Dokładnie 47 osób bezdomnych przyjęło jednodawkową szczepionkę firmy Johnson & Johnson podczas tradycyjnego Czwartkowego spotkania przy zupie na placu Tobruckim. Osoby bezdomne chętnie się szczepią przeciwko koronawirusowi. To budujące, biorąc pod uwagę spadające statystyki wyszczepialności w społeczeństwie.
„Bezdomni są bardzo praktyczni. Jeden się zaszczepił, bo chce wyjechać do Berlina, a inny odwiedzić syna w więzieniu”
Osoby bezdomne miały możliwość zaszczepienia się podczas Czwartkowego spotkania przy zupie na placu Tobruckim.

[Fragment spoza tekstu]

"""Help: the keys, what each figure means, and the caution."""

from __future__ import annotations

from typing import ClassVar

from textual.app import ComposeResult
from textual.binding import Binding, BindingType
from textual.containers import VerticalScroll
from textual.screen import ModalScreen
from textual.widgets import Static

from picker.tui.model import CAUTION

FIGURES = (
    ("status", "✔ fit: passes every rule; △ marg: passes but near a limit; ✘ out: fails one"),
    ("scr", "score 0–100 from margin, budget headroom, drive headroom, price, stock, lifecycle"),
    (
        "margin",
        "the figure ranked on: |Rneg|/ESR with the chosen caps (gm forms), the chip's "
        "gm_crit max / the part's gm_crit, or the chip's allowed ESR / ESR; bar: 0 to 2× the "
        "required value, ┆ marks it, › beyond",
    ),
    (
        "ppm",
        "worst-case total frequency error: tolerance + drift + aging + pulling + spread "
        "(bar: share of the budget used, ! over budget)",
    ),
    ("CL pF", "load capacitance the part is calibrated at ('ser' = series resonance)"),
    ("ESR Ω", "largest motional resistance R1 from the catalog"),
    ("gain", "gain margin gm / gm_crit (wide terminals); differs from the margin near gm_opt"),
    ("spare", "budget headroom: budget minus the worst-case total [ppm] (wide terminals)"),
    ("pulling", "offset of the running frequency from nominal with the board's load"),
    ("trim sensitivity", "ppm per pF of load change at the board's load"),
    ("drive level", "power in the crystal at the brief's swing; must stay under the rating"),
    ("[ESTIMATE]", "a typical value used because the catalog did not give it (common practice)"),
    (
        "stray",
        "the brief's stray capacitance is across the crystal (traces and pads); pin "
        "capacitance is per pin to ground",
    ),
)


def help_text(keys: list[tuple[str, str]]) -> str:
    """The help page as plain text (keys first, then figures, then the caution)."""
    lines = ["Keys", ""]
    lines += [f"  {key:<12} {description}" for key, description in keys]
    lines += [
        "",
        "  escape leaves a text field; tab moves between fields.",
        "",
        "What the figures mean",
        "",
    ]
    lines += [f"  {name:<12} {meaning}" for name, meaning in FIGURES]
    lines += ["", "Caution", "", f"  {CAUTION}", "", "Press escape, F1, ? or q to close."]
    return "\n".join(lines)


class HelpScreen(ModalScreen[None]):
    """Full-screen help over the app; any of escape, F1, ? or q closes it."""

    DEFAULT_CSS = """
    HelpScreen { align: center middle; }
    HelpScreen > VerticalScroll {
        width: 100%; max-width: 110; height: 100%;
        border: round $accent; background: $surface; padding: 0 1;
    }
    """

    BINDINGS: ClassVar[list[BindingType]] = [
        Binding("escape,f1,question_mark,q", "close", "Close help", id="help.close"),
    ]

    def __init__(
        self, keys: list[tuple[str, str]], *, title: str = "picker help", body: str | None = None
    ) -> None:
        super().__init__()
        self._keys = keys
        self._title = title
        self._body = body

    def compose(self) -> ComposeResult:
        scroller = VerticalScroll(can_focus=True)
        scroller.border_title = self._title
        with scroller:
            text = help_text(self._keys) if self._body is None else self._body
            yield Static(text, id="help-text", markup=False)

    def on_mount(self) -> None:
        self.query_one(VerticalScroll).focus()

    def action_close(self) -> None:
        self.dismiss(None)
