import numpy as np
import pandas as pd

from picker.tui.export import markdown_text
from picker.tui.model import (
    Alternate,
    Alternates,
    DriftCurve,
    Figure,
    ImpedanceCurve,
    Loaded,
    Match,
    PartSheet,
    Preset,
    Progress,
    Shortlist,
    Source,
)

RULE_LABELS = {
    "frequency": "frequency differs",
    "never_starts": "can never start",
    "temperature_range": "rated range too narrow",
    "package": "package not allowed",
    "caps": "load caps not realisable",
    "margin": "margin below the minimum",
    "drive": "over-driven",
    "budget": "over the error budget",
    "lifecycle": "lifecycle not allowed",
    "height": "too tall",
    "qualification": "qualification missing",
    "stock": "stock too low",
}
"""Short label of each hard rule of picker.rank, for the ruled-out list before the
sentence (with the part's numbers) is built for the rows on screen."""

SHORTLIST_SOURCE = {
    "mpn": "mpn",
    "status": "status",
    "score": "score",
    "package": "package",
    "spec_cl_f": "spec_load_capacitance_f",
    "esr_ohm": "esr_ohm",
    "margin": "form_margin",
    "margin_required": "form_margin_required",
    "gain_margin": "gain_margin",
    "total_ppm": "error_total_ppm",
    "headroom_ppm": "budget_headroom_ppm",
}
"""Shortlist column (picker.tui.model.SHORTLIST_COLUMNS) -> analysis column it shows."""

MARKDOWN_COLUMNS = (
    "rank",
    "mpn",
    "status",
    "score",
    "package",
    "negative_resistance_margin",
    "error_total_ppm",
    "budget_headroom_ppm",
)
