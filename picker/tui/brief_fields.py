"""The brief as a flat list of editable text fields, and back.

Pure functions over the brief mapping (the YAML structure of DESIGN §6): no Textual here,
so the round trip is easy to test. The brief pane shows one Input per leaf; lists are
edited as comma-separated text. A list of lists (the rows of a max_esr grid with a C0 axis)
has no faithful one-line form, so it is shown read-only and kept exactly as read.
"""

from __future__ import annotations

from collections.abc import Mapping

from picker.tui.model import BriefField

KNOWN: dict[tuple[str, ...], tuple[str | None, str]] = {
    ("name",): (None, "what this circuit is"),
    ("preset",): (None, "interface preset that sets the budget (see ctrl+p → preset)"),
    ("frequency",): ("frequency", "nominal clock frequency"),
    ("budget",): ("ppm", "total frequency error allowed, all causes, whole life"),
    ("temperature",): ("temperature", "board temperature range: low, high"),
    ("lifetime",): ("time", "product life for aging"),
    ("amplifier", "gm"): ("transconductance", "oscillator transconductance (chip data sheet)"),
    ("amplifier", "gm_crit_max"): ("transconductance", "largest crystal gm_crit the chip drives"),
    ("amplifier", "pin_capacitance"): ("capacitance", "per pin to ground, added to each cap"),
    ("amplifier", "swing"): ("voltage", "peak-to-peak across the crystal, for drive level"),
    ("amplifier", "output_resistance"): ("resistance", "amplifier output resistance"),
    ("amplifier", "bias_resistance"): ("resistance", "feedback bias resistor"),
    ("board", "stray_capacitance"): ("capacitance", "across the crystal: traces and pads"),
    ("board", "stray_uncertainty"): ("capacitance", "± on the stray capacitance"),
    ("board", "cap_series"): (None, "IEC 60063 series for the load caps: E6, E12, E24"),
    ("board", "cap_tolerance"): ("fraction", "load-cap tolerance above 10 pF"),
    ("board", "cap_tolerance_small"): ("capacitance", "load-cap tolerance below 10 pF"),
    ("board", "fixed_caps"): ("capacitance", "analyse these two caps instead of choosing"),
    ("limits", "min_margin"): (None, "least negative-resistance margin (common practice: 5)"),
    ("limits", "packages"): (None, "allowed packages, e.g. 3225, 2520"),
    ("limits", "max_height"): ("length", "tallest part allowed, e.g. 0.9 mm"),
}
"""Dimension and help per known key path; unknown keys are still editable as text."""

OPTIONAL: tuple[tuple[str, ...], ...] = (("limits", "max_height"),)
"""Optional leaves offered as an empty field when the brief leaves them out, so they can be
set on screen (an empty field stays out of the brief)."""

READ_ONLY_NOTE = "table of rows: edit in the YAML file (ctrl+o reopens it)"


def flatten_brief(data: Mapping[str, object]) -> list[tuple[BriefField, str]]:
    """Every leaf of the brief mapping as (field, text), in the mapping's order."""
    out: list[tuple[BriefField, str]] = []
    _walk(data, (), out)
    present = {f.path for f, _ in out}
    for path in OPTIONAL:
        if path not in present and _parent_is_mapping(data, path):
            dimension, meaning = _describe(path)
            out.append((BriefField(path, ".".join(path), dimension, meaning), ""))
    return out


def _parent_is_mapping(data: Mapping[str, object], path: tuple[str, ...]) -> bool:
    """True when every section above `path` is absent or a mapping (nothing to overwrite)."""
    node: object = data
    for key in path[:-1]:
        if not isinstance(node, Mapping):
            return False
        node = node.get(key, {})
    return isinstance(node, Mapping) and path[-1] not in node


def _walk(
    node: Mapping[str, object], prefix: tuple[str, ...], out: list[tuple[BriefField, str]]
) -> None:
    for key, value in node.items():
        path = (*prefix, str(key))
        if isinstance(value, Mapping):
            _walk(value, path, out)
            continue
        dimension, meaning = _describe(path)
        is_list = isinstance(value, list | tuple)
        if is_list and any(isinstance(v, list | tuple | Mapping) for v in value):  # type: ignore[attr-defined]
            text = "; ".join(_nested_text(v) for v in value)  # type: ignore[attr-defined]
            out.append(
                (
                    BriefField(path, ".".join(path), None, meaning, True, read_only=True),
                    text,
                )
            )
            continue
        text = (
            ", ".join(_text(v) for v in value) if isinstance(value, list | tuple) else _text(value)
        )
        out.append((BriefField(path, ".".join(path), dimension, meaning, is_list), text))


def _describe(path: tuple[str, ...]) -> tuple[str | None, str]:
    if path in KNOWN:
        return KNOWN[path]
    # gm settings and ESR tables: named leaves under a known key share its dimension.
    if len(path) >= 3 and path[:2] == ("amplifier", "gm"):
        return "transconductance", f"gm of drive setting '{path[2]}'"
    if path == ("amplifier", "max_esr", "load_capacitance"):
        return "capacitance", "load capacitances of the ESR table's rows"
    if path == ("amplifier", "max_esr", "c0"):
        return "capacitance", "crystal C0 of the ESR table's columns"
    if path == ("amplifier", "max_esr", "esr"):
        return "resistance", "largest ESR per row (and per C0 column)"
    if len(path) >= 3 and path[:2] == ("amplifier", "max_esr"):
        return "resistance", f"largest ESR the chip tolerates at {path[2]}"
    return None, ""


def _nested_text(value: object) -> str:
    """One row of a nested table as "[a, b, —]" (an empty cell as —), for reading only."""
    if isinstance(value, list | tuple):
        return "[" + ", ".join(_nested_text(v) for v in value) + "]"
    if isinstance(value, Mapping):
        return "{" + ", ".join(f"{k}: {_nested_text(v)}" for k, v in value.items()) + "}"
    return "—" if value is None else _text(value)


def _text(value: object) -> str:
    if value is None:
        return ""
    if isinstance(value, bool):
        return "true" if value else "false"
    return str(value)


def field_value(brief_field: BriefField, text: str) -> object:
    """The mapping value for the text typed into `brief_field` (lists split on commas)."""
    stripped = text.strip()
    if brief_field.is_list:
        return [part.strip() for part in stripped.split(",") if part.strip()]
    return stripped if stripped else None


def with_value(
    data: Mapping[str, object], path: tuple[str, ...], value: object
) -> dict[str, object]:
    """A copy of `data` with the leaf at `path` replaced (None removes the key)."""
    copy: dict[str, object] = {k: _deep_copy(v) for k, v in data.items()}
    node: dict[str, object] = copy
    for key in path[:-1]:
        child = node.get(key)
        if not isinstance(child, dict):
            child = {}
            node[key] = child
        node = child
    if value is None:
        node.pop(path[-1], None)
    else:
        node[path[-1]] = value
    return copy


def _deep_copy(value: object) -> object:
    if isinstance(value, Mapping):
        return {k: _deep_copy(v) for k, v in value.items()}
    if isinstance(value, list | tuple):
        return [_deep_copy(v) for v in value]
    return value


def field_for_error(message: str, labels: list[str]) -> str | None:
    """The field label a brief error names ("amplifier.gm: expected ..."), longest first."""
    for label in sorted(labels, key=len, reverse=True):
        if message.startswith(f"{label}:") or f" {label}:" in message or f"{label}[" in message:
            return label
    return None
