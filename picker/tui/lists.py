"""Row lists for ruled-out parts and alternates (Line API, visible rows only)."""

from __future__ import annotations

import numpy as np
import pandas as pd
from textual.message import Message

from picker.tui.model import Alternate
from picker.tui.rows import Cells, RowList

FIT_LABELS = {
    "drop_in": ("● drop-in   ", "rowlist--good"),
    "drop_in_new_caps": ("◐ new caps  ", "rowlist--good"),
    "review": ("△ review    ", "rowlist--warn"),
    "incompatible": ("✘ no        ", "rowlist--bad"),
}
"""How closely an alternate drops in, as a symbol and words (readable without colour)."""


def fit_cells(fit: str) -> tuple[str, str | None]:
    return FIT_LABELS.get(fit, (f"{fit[:11]:<12}", None))


class RuledOutView(RowList):
    """Ruled-out parts: part number, package and the most fundamental reason.

    The reason sentence carries the part's own numbers and costs a little to write, so the
    view asks for sentences (`NeedReasons`) only for the rows it draws, shows the short
    rule label until they arrive, and remembers them.
    """

    empty_text = "no part is ruled out (or none matches the filter)"

    class NeedReasons(Message):
        """Sentences wanted for these keys (see `add_reasons`)."""

        def __init__(self, view: RuledOutView, keys: tuple[int, ...]) -> None:
            super().__init__()
            self.view = view
            self.keys = keys

    def __init__(self, *, id: str | None = None) -> None:
        super().__init__(id=id)
        self._frame = pd.DataFrame({"key": [], "mpn": [], "package": [], "first_reason": []})
        self._keys: np.ndarray = np.array([], dtype=np.int64)
        self._sentences: dict[int, str] = {}
        self._wanted: set[int] = set()

    def show(self, frame: pd.DataFrame, *, same_ranking: bool = False) -> None:
        """Show ruled-out rows (columns key, mpn, package, first_reason; any index)."""
        self._frame = frame
        self._keys = frame["key"].to_numpy(dtype=np.int64)
        if not same_ranking:
            self._sentences = {}
        self._wanted = set()
        self.set_row_count(len(frame))

    def add_reasons(self, sentences: dict[int, str]) -> None:
        """Sentences for some keys arrived: draw them."""
        self._sentences.update(sentences)
        self._wanted.difference_update(sentences)
        self.refresh()

    def _text(self, column: str, index: int) -> str:
        return str(self._frame[column].iloc[index])

    def current_mpn(self) -> str | None:
        return self._text("mpn", self.cursor) if self.row_count else None

    def current_key(self) -> int | None:
        return int(self._keys[self.cursor]) if self.row_count else None

    def index_of(self, mpn: str) -> int | None:
        hits = np.flatnonzero((self._frame["mpn"] == mpn).to_numpy(dtype=bool))
        return int(hits[0]) if hits.size else None

    def _reason(self, index: int) -> str:
        key = int(self._keys[index])
        if key in self._sentences:
            return self._sentences[key]
        if not self._wanted:
            self.call_later(self._ask)
        self._wanted.add(key)
        return self._text("first_reason", index)

    def _ask(self) -> None:
        if self._wanted:
            self.post_message(self.NeedReasons(self, tuple(sorted(self._wanted))))

    def _mpn_width(self, width: int) -> int:
        return min(max(width // 4, 12), 22)

    def header_cells(self, width: int) -> Cells:
        w = self._mpn_width(width - 1)
        return [(f" {'part number':<{w}} {'package':<8} first reason", None)]

    def row_cells(self, index: int, width: int) -> Cells:
        w = self._mpn_width(width)
        mpn = self._text("mpn", index)
        mpn = mpn if len(mpn) <= w else mpn[: w - 1] + "…"
        return [
            (f"{mpn:<{w}} ", None),
            (f"{self._text('package', index)[:8]:<8} ", None),
            ("✘ ", "rowlist--bad"),
            (self._reason(index), None),
        ]


class AlternatesView(RowList):
    """Alternates for one reference part, closest first."""

    empty_text = "type a part number above (or press a on a shortlist row)"

    def __init__(self, *, id: str | None = None) -> None:
        super().__init__(id=id)
        self._rows: tuple[Alternate, ...] = ()

    def show(self, rows: tuple[Alternate, ...]) -> None:
        self._rows = rows
        self.set_row_count(len(rows))

    def current(self) -> Alternate | None:
        return self._rows[self.cursor] if self._rows else None

    def _mpn_width(self, width: int) -> int:
        return min(max(width // 4, 12), 24)

    def header_cells(self, width: int) -> Cells:
        w = self._mpn_width(width - 1)
        return [(f" {'drops in?':<12} {'part number':<{w}} {'package':<8} differences", None)]

    def row_cells(self, index: int, width: int) -> Cells:
        row = self._rows[index]
        w = self._mpn_width(width)
        label, style = fit_cells(row.fit)
        mpn = row.mpn if len(row.mpn) <= w else row.mpn[: w - 1] + "…"
        first = row.differences[0] if row.differences else "identical in every compared field"
        more = f" (+{len(row.differences) - 1})" if len(row.differences) > 1 else ""
        return [
            (label, style),
            (f" {mpn:<{w}} ", None),
            (f"{row.package[:8]:<8} ", None),
            (first + more, None),
        ]
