"""The brief pane: every field of the brief editable in place, checked as you type."""

from __future__ import annotations

from collections.abc import Mapping

from textual import on
from textual.app import ComposeResult
from textual.containers import Horizontal, Vertical, VerticalScroll
from textual.message import Message
from textual.widget import Widget
from textual.widgets import Input, Label, Select, Static

from picker.tui.brief_fields import (
    READ_ONLY_NOTE,
    field_for_error,
    field_value,
    flatten_brief,
    with_value,
)
from picker.tui.model import BriefField, Core, Preset


def preset_label(preset: Preset) -> str:
    """ "USB 2.0 full-speed — ±2500 ppm" (or the note that the budget is derived)."""
    budget = "budget from the brief" if preset.budget_ppm is None else f"±{preset.budget_ppm:g} ppm"
    return f"{preset.title} — {budget}"


def _input_id(index: int) -> str:
    return f"brief-field-{index}"


class BriefPane(VerticalScroll, can_focus=True):
    """One labelled Input per leaf of the brief; the last valid brief is kept.

    Posts `BriefPane.Valid` when the edited brief parses, `BriefPane.Invalid` otherwise.
    """

    DEFAULT_CSS = """
    BriefPane { height: 1fr; padding: 0 1; }
    BriefPane .brief-row { height: 1; }
    BriefPane .brief-label { width: 24; color: $text-muted; }
    BriefPane .brief-section { height: 1; text-style: bold; margin-top: 1; }
    BriefPane .brief-row Input { width: 1fr; }
    BriefPane .brief-error { color: $error; height: auto; padding-left: 24; }
    BriefPane .brief-error.-empty { display: none; }
    BriefPane .brief-note { color: $text-muted; height: auto; padding-left: 24; }
    BriefPane #brief-status { height: auto; color: $text-muted; }
    BriefPane #brief-status.-bad { color: $error; }
    BriefPane #brief-preset { width: 1fr; }
    BriefPane #brief-fields { height: auto; }
    BriefPane #brief-clause { height: auto; color: $text-muted; padding-left: 24; }
    """

    class Valid(Message):
        def __init__(self, data: dict[str, object], brief: object) -> None:
            super().__init__()
            self.data = data
            self.brief = brief

    class Invalid(Message):
        def __init__(self, message: str) -> None:
            super().__init__()
            self.message = message

    def __init__(self, core: Core, *, id: str | None = None) -> None:
        super().__init__(id=id)
        self._core = core
        self._data: dict[str, object] = {}
        self._fields: list[BriefField] = []
        self._presets: tuple[Preset, ...] = ()
        self._loading = False
        self.path_label = ""

    def compose(self) -> ComposeResult:
        yield Static("", id="brief-status")
        with Horizontal(classes="brief-row"):
            yield Label("interface preset", classes="brief-label")
            yield Select[str](
                [], prompt="(none: budget from the brief)", id="brief-preset", compact=True
            )
        yield Static("", id="brief-clause", markup=False)
        yield Vertical(id="brief-fields")

    @property
    def data(self) -> dict[str, object]:
        return self._data

    async def show(self, data: Mapping[str, object], path_label: str) -> None:
        """Replace every field with the values of a freshly opened brief."""
        self._data = dict(data)
        self.path_label = path_label
        self._loading = True
        container = self.query_one("#brief-fields", Vertical)
        await container.remove_children()
        self._fields = []
        rows: list[Widget] = []
        section: tuple[str, ...] = ()
        for index, (brief_field, text) in enumerate(flatten_brief(self._data)):
            self._fields.append(brief_field)
            unit_hint = f" [{brief_field.dimension}]" if brief_field.dimension else ""
            parent = brief_field.path[:-1]
            if parent and parent != section:
                rows.append(Static(".".join(parent), classes="brief-section", markup=False))
            section = parent
            indent = "  " if parent else ""
            rows.append(
                Horizontal(
                    Label(indent + brief_field.path[-1], classes="brief-label", markup=False),
                    Input(
                        text,
                        id=_input_id(index),
                        compact=True,
                        select_on_focus=False,
                        tooltip=f"{brief_field.meaning}{unit_hint}",
                        placeholder=brief_field.meaning,
                        disabled=brief_field.read_only,
                    ),
                    classes="brief-row",
                )
            )
            if brief_field.read_only:
                rows.append(Static(f"ⓘ {READ_ONLY_NOTE}", classes="brief-note", markup=False))
            rows.append(Static("", classes="brief-error -empty", id=f"{_input_id(index)}-error"))
        await container.mount_all(rows)
        self._presets = self._core.presets()
        select = self.query_one("#brief-preset", Select)
        select.set_options([(preset_label(p), p.name) for p in self._presets])
        preset = self._data.get("preset")
        if isinstance(preset, str) and any(p.name == preset for p in self._presets):
            select.value = preset
        self._show_clause(preset if isinstance(preset, str) else None)
        self._set_status(
            f"Brief {path_label}: tab into a field and edit it (escape leaves); "
            "ctrl+s saves, ctrl+o opens another.",
            bad=False,
        )
        self.call_after_refresh(self._done_loading)

    def _done_loading(self) -> None:
        self._loading = False

    def _set_status(self, text: str, *, bad: bool) -> None:
        status = self.query_one("#brief-status", Static)
        status.update(text)
        status.set_class(bad, "-bad")

    def _set_error(self, index: int, message: str) -> None:
        error = self.query_one(f"#{_input_id(index)}-error", Static)
        error.update(f"✘ {message}" if message else "")
        error.set_class(not message, "-empty")

    def _clear_errors(self) -> None:
        for index in range(len(self._fields)):
            self._set_error(index, "")

    @on(Input.Changed)
    def _field_changed(self, event: Input.Changed) -> None:
        event.stop()
        if self._loading or not event.input.id or not event.input.id.startswith("brief-field-"):
            return
        index = int(event.input.id.removeprefix("brief-field-"))
        brief_field = self._fields[index]
        if brief_field.read_only:
            return  # kept exactly as read; a one-line edit would garble the table
        value = field_value(brief_field, event.value)
        if brief_field.dimension and value is not None:
            texts = value if isinstance(value, list) else [value]
            for item in texts:
                try:
                    self._core.check_value(brief_field.dimension, str(item))
                except ValueError as error:
                    self._set_error(index, str(error))
                    self.post_message(self.Invalid(f"{brief_field.label}: {error}"))
                    return
        self._set_error(index, "")
        self._try(with_value(self._data, brief_field.path, value))

    @on(Select.Changed, "#brief-preset")
    def _preset_changed(self, event: Select.Changed) -> None:
        event.stop()
        if self._loading:
            return
        data = dict(self._data)
        self._show_clause(None if event.value is Select.NULL else str(event.value))
        if event.value is Select.NULL:
            data.pop("preset", None)
            self._set_input(("preset",), "")
        else:
            data["preset"] = str(event.value)
            self._set_input(("preset",), data["preset"])
            preset = next(p for p in self._presets if p.name == event.value)
            # An explicit budget would override the preset; the preset's own figure replaces it.
            if preset.budget_ppm is None:
                # The preset derives the budget from data in the brief (CAN bit timing).
                data.pop("budget", None)
                self._set_input(("budget",), "")
            else:
                data["budget"] = f"{preset.budget_ppm:g} ppm"
                self._set_input(("budget",), data["budget"])
        self._try(data)

    def _show_clause(self, name: str | None) -> None:
        """Cite where the preset's budget comes from, right under the choice."""
        preset = next((p for p in self._presets if p.name == name), None)
        text = "" if preset is None else f"source: {preset.clause}"
        clause = self.query_one("#brief-clause", Static)
        clause.update(text)
        clause.display = bool(text)

    def _set_input(self, path: tuple[str, ...], text: object) -> None:
        for index, brief_field in enumerate(self._fields):
            if brief_field.path == path:
                field_input = self.query_one(f"#{_input_id(index)}", Input)
                with field_input.prevent(Input.Changed):
                    field_input.value = str(text)

    def _try(self, data: dict[str, object]) -> None:
        try:
            brief = self._core.check_brief(data)
        except ValueError as error:
            message = str(error)
            labels = [f.label for f in self._fields]
            label = field_for_error(message, labels)
            if label is not None:
                self._set_error(labels.index(label), message)
            self._set_status(f"✘ {message} — the last valid brief is still in use.", bad=True)
            self.post_message(self.Invalid(message))
            return
        self._data = data
        self._clear_errors()
        self._set_status(f"✔ Brief {self.path_label} is valid — shortlist re-ranked.", bad=False)
        self.post_message(self.Valid(data, brief))

    def apply_preset(self, name: str) -> None:
        """Choose an interface preset (from the command palette)."""
        self.query_one("#brief-preset", Select).value = name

– Akcję informacyjną przeprowadziliśmy dużo wcześniej, więc osoby w kryzysie bezdomności były do tego przygotowane i wiedziały, jakie są korzyści. Wykorzystaliśmy możliwość zaszczepienia w terenie. Zgłosiło się do nas Centrum Medyczne Dobra i udało się taką akcję przeprowadzić. Było bardzo dużo pozytywnych reakcji. Wiele osób podchodzi do szczepienia praktycznie, jeden się zaszczepił, bo chce wyjechać do Berlina, a inny odwiedzić syna w więzieniu. Teraz będą mieli taką możliwość – mówi Robert Grabowski, współorganizator Czwartkowych spotkań przy zupie. – Najbardziej zależało nam na osobach, które żyją na ulicy. Na oko szacowałem, że będzie 20 osób. Ostatecznie przyszło 47. Nikogo nie zmuszaliśmy, po prostu daliśmy możliwość zaszczepienia się – dodaje.
Nie jest wykluczone, że akcja szczepienia osób bezdomnych na pl. Tobruckim zostanie powtórzona. Za jej sprawne przeprowadzenie organizatorzy są ogromnie wdzięczni Centrum Medycznemu Dobra.
– To była potrzebna akcja, która udowodniła, że akcja powszechnych szczepień jest naprawdę powszechna. Daliśmy osobom bezdomnym wybór, który nie zawsze mieli wcześniej. Na dodatek plac Tobrucki to dla nich przyjazne otoczenie, wzbudza ich zaufanie. Dlatego 47 zaszczepionych osób uważamy za sukces. Osoby bezdomne wiedzą, że gdy będą zaszczepione, to ich życie stanie się łatwiejsze – mówi w rozmowie z portalem wSzczecinie.pl dr Zuzanna Nikodemska z Centrum Medycznego Dobra.
Caritas: „Osoby „schroniskowe” chętnie się szczepią”
Szczepienia osób bezdomnych odbyły się również w schroniskach i ośrodkach dla bezdomnych i potrzebujących administrowanych przez Caritas Archidiecezji Szczecińsko-Kamieńskiej.
– Osoby „schroniskowe” chętnie się szczepią. Spośród przebywających w naszych ośrodkach ok. 100 osób może z 10-12 podopiecznych jest niezaszczepionych. Na Nehringa mamy jedną osobę niezaszczepioną, która obawia się powikłań, reszta niezaszczepionych to osoby małoletnie lub po prostu sceptyczne do idei szczepień. Nie zmuszamy, ale stosujemy lekką motywację do szczepienia – mówi Włodzimierz Gutkowski, zastępca dyrektora Caritasu.
Inaczej wygląda sytuacja osób spoza schronisk. Trudno do nich dotrzeć, stąd takie inicjatywy jak szczepienie na placu Tobruckim, są bardzo cenne.
– Namawialiśmy grupowo czy indywidualnie. Ważne jest również działanie typowo streetworkingowe – mówi Gutkowski. – Czasem potrzebna jest zachęta materialna, sama gadka, nawet terapeutyczna, niezbyt wiele daje. Są różne oferty, loterie zachęcające do szczepień. Może osobom bezdomnym takie zachęty są potrzebne – dodaje dyrektor Caritasu.